Debt & PayoffDraft · Needs Review

Debt Snowball vs. Debt Avalanche: Which Method Actually Works Better?

Marcus Cole, financial educatorBy Marcus Cole8 min read

Updated May 8, 2026

Notebook with a debt payoff comparison table next to a coffee cup and green folders on a white desk

The snowball and avalanche methods are the two most common ways to pay off debt — and the internet has very strong opinions about which one is 'right.' The honest answer is that they both work. They just win different battles. Let me walk you through how each one actually plays out.

How the debt snowball works

List your debts smallest balance to largest. Make minimums on everything, and throw every extra dollar at the smallest. When it is gone, roll that payment into the next-smallest. The wins stack up quickly because small balances disappear fast.

How the debt avalanche works

List your debts highest interest rate to lowest. Make minimums on everything, and throw every extra dollar at the highest-rate debt. Mathematically, this saves the most interest. Emotionally, it can feel slower because the biggest balances often have the highest rates.

The motivation factor matters more than people admit

Bankrate — Comparison of common debt payoff strategies

When avalanche clearly wins

If your highest-rate debt is also one of your largest, avalanche saves you real money. The same is true if your interest rates vary widely — say a 24% credit card and a 6% car loan.

A hybrid you are allowed to use

Start with snowball to clear one or two small balances, then switch to avalanche for the rest. You get the early wins and the long-term math.

Key facts

  • Both methods require paying minimums on all debts to avoid hurting your credit history.
  • The difference in total interest paid between the two methods is usually a few hundred to a few thousand dollars over a multi-year payoff.
  • Bankrate — Comparison of common debt payoff strategies

Step-by-step

  1. 1. List every debt with balance and APR

    You need both numbers to choose intelligently.

  2. 2. Decide what you need more: math savings or momentum

    Be honest about your past behavior.

  3. 3. Pick one method and commit for 6 months

    Switching constantly is the real problem.

  4. 4. Re-evaluate every quarter

    Adjust if rates change or you pay off a debt.

Practical example

Suppose you have a $500 medical bill at 0%, a $4,000 card at 19%, and a $9,000 card at 24%. Snowball clears the $500 bill in weeks — a real psychological win.
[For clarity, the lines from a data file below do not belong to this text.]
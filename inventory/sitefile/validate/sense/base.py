"""What every section's sense checks share: the index of the record's codes and terminal
owners, and the checks of a terminal reference, a two-ended element and unique names."""

from __future__ import annotations

from collections.abc import Iterator
from datetime import UTC, datetime
from typing import Any

from inventory.sitefile.validate.sense.trade_checks import accuracy_checker, wire_size_checker
from inventory.sitefile.validate.words import SiteFileError, listing, pointer, show
from trade.ratio import ratio_setting_error


def is_num(value: Any) -> bool:
    return isinstance(value, int | float) and not isinstance(value, bool)


def is_pair(value: Any) -> bool:
    return isinstance(value, list) and len(value) == 2 and all(isinstance(v, str) for v in value)


def items_of(doc: dict, section: str) -> Iterator[tuple[int, dict]]:
    items = doc.get(section)
    if isinstance(items, list):
        for index, item in enumerate(items):
            if isinstance(item, dict):
                yield index, item


def positive(value: Any) -> float | None:
    return value if is_num(value) and value > 0 else None


# Recorded times: a tap change before 1900 or after 2200 is a typing error, and times outside
# what the database driver can read back (year 1 with an offset east of UTC, year 9999 west of
# it) would break the site for good.
EARLIEST_YEAR, LATEST_YEAR = 1900, 2200


def parse_time(text: str) -> datetime | str:
    """A recorded time: an ISO 8601 date and time with its zone, between
    :data:`EARLIEST_YEAR` and :data:`LATEST_YEAR`; or why it is not one."""
    example = "a date and time with its zone like '2024-03-05T10:00:00Z'"
    try:
        moment = datetime.fromisoformat(text)
    except ValueError:
        return f"must be {example}, got {show(text)}"
    if moment.tzinfo is None or moment.utcoffset() is None:
        return f"must be {example} (no zone: which clock?), got {show(text)}"
    try:
        year = moment.astimezone(UTC).year
    except OverflowError:
        year = moment.year
    if not EARLIEST_YEAR <= year <= LATEST_YEAR:
        return (
            f"must be between {EARLIEST_YEAR} and {LATEST_YEAR} (a recorded change), "
            f"got {show(text)}"
        )
    return moment


class EnoughErrors(Exception):
    """Raised by :meth:`SenseBase.add` once ``max_errors`` are collected."""


class SenseBase:
    """The reference and plausibility checks; tolerant of a structurally broken document
    (anything of the wrong type is skipped here because the schema layer reports it)."""

    def __init__(self, doc: dict, *, max_errors: int | None = None) -> None:
        self.max_errors = max_errors
        self.doc = doc
        self.errors: list[SiteFileError] = []
        self.wire_size_check = wire_size_checker()
        self.accuracy_check = accuracy_checker()
        # The model layer's rule, so the file and the admin accept the same settings.
        self.ratio_check = ratio_setting_error

    def index(self) -> None:
        """The codes of each section (first declaration wins; later duplicates are errors),
        the terminal names of each CT and the other owners of terminals."""
        self.buses = self.codes("buses", "bus")
        self.equipment = self.codes("equipment", "equipment")
        self.blocks = self.codes("terminal_blocks", "terminal block")
        self.cts = self.codes("cts", "CT")
        self.devices = self.codes("devices", "device")
        self.switches = self.codes("switches", "switch")
        self.codes("procedures", "procedure")

        # Terminal names of each CT (for OWNER:NAME checks and taps).
        # None when the CT's terminals are unreadable (the schema layer says so): then any
        # name is let through rather than reported against a list that is not there.
        self.ct_terminals: dict[str, dict[str, Any] | None] = {}
        for index, ct in items_of(self.doc, "cts"):
            code, terminals = ct.get("code"), ct.get("terminals")
            if isinstance(code, str) and self.cts.get(code) == index:
                self.ct_terminals[code] = terminals if isinstance(terminals, dict) else None

        # Owners other than CTs: devices, equipment, terminal blocks, switch groups.
        self.owners: set[str] = set(self.devices) | set(self.equipment) | set(self.blocks)
        for _, switch in items_of(self.doc, "switches"):
            code = switch.get("code")
            if isinstance(code, str):
                self.owners.add(code.split("/", 1)[0])

    def add(self, message: str, *tokens: Any) -> None:
        self.errors.append(SiteFileError(pointer(*tokens), message))
        if self.max_errors is not None and len(self.errors) >= self.max_errors:
            raise EnoughErrors

    # -- codes ---------------------------------------------------------------------------

    def codes(self, section: str, noun: str) -> dict[str, int]:
        """code -> index of its first declaration; later duplicates are errors."""
        seen: dict[str, int] = {}
        for index, item in items_of(self.doc, section):
            code = item.get("code")
            if not isinstance(code, str):
                continue
            if code in seen:
                self.add(
                    f"duplicate {noun} code {code!r} (first at {pointer(section, seen[code])})",
                    section,
                    index,
                    "code",
                )
            else:
                seen[code] = index
        return seen

    # -- terminals -----------------------------------------------------------------------

    def terminal(self, value: Any, *tokens: Any) -> None:
        if not isinstance(value, str) or ":" not in value:
            return
        owner, name = value.split(":", 1)
        if owner in self.ct_terminals:
            names = self.ct_terminals[owner]
            if names is not None and name not in names:
                self.add(
                    f"CT {owner!r} has no terminal {name!r} (it has {listing(names) or 'none'})",
                    *tokens,
                )
        elif owner not in self.owners:
            self.add(
                f"unknown owner {owner!r} of terminal {value!r}: not a CT, device, equipment, "
                "terminal block or switch group of this site",
                *tokens,
            )

    def two_ends(self, pair: Any, what: str, *tokens: Any) -> None:
        """Both ends of a two-terminal element (wire, link, contact, jumper) exist and differ."""
        if not isinstance(pair, list):
            return
        for end, value in enumerate(pair[:2]):
            self.terminal(value, *tokens, end)
        if is_pair(pair) and pair[0] == pair[1]:
            self.add(f"{what} from a terminal to itself ({pair[0]!r})", *tokens, 1)

    def unique_names(self, items: Any, noun: str, *tokens: Any) -> None:
        if not isinstance(items, list):
            return
        seen: dict[str, int] = {}
        for index, item in enumerate(items):
            name = item.get("name") if isinstance(item, dict) else None
            if not isinstance(name, str):
                continue
            if name in seen:
                self.add(
                    f"duplicate {noun} name {name!r} (first at {pointer(*tokens, seen[name])})",
                    *tokens,
                    index,
                    "name",
                )
            else:
                seen[name] = index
Avalanche ignores the medical bill at first and attacks the $9,000 card, saving more total interest. Same person, very different experience.

Common mistakes to avoid

  • Switching methods every month based on what feels good that week.
  • Forgetting that 0% promotional rates eventually end.
  • Paying only the targeted debt and missing minimums on the others.

Frequently asked questions

Which method is better mathematically?

Avalanche, in almost every case, because it targets the highest interest rate first.

Which method is better psychologically?

Snowball, because clearing small balances creates fast, visible wins.

Can I switch methods later?

Yes — many people start with snowball for two wins, then move to avalanche.

Does either method help my credit score directly?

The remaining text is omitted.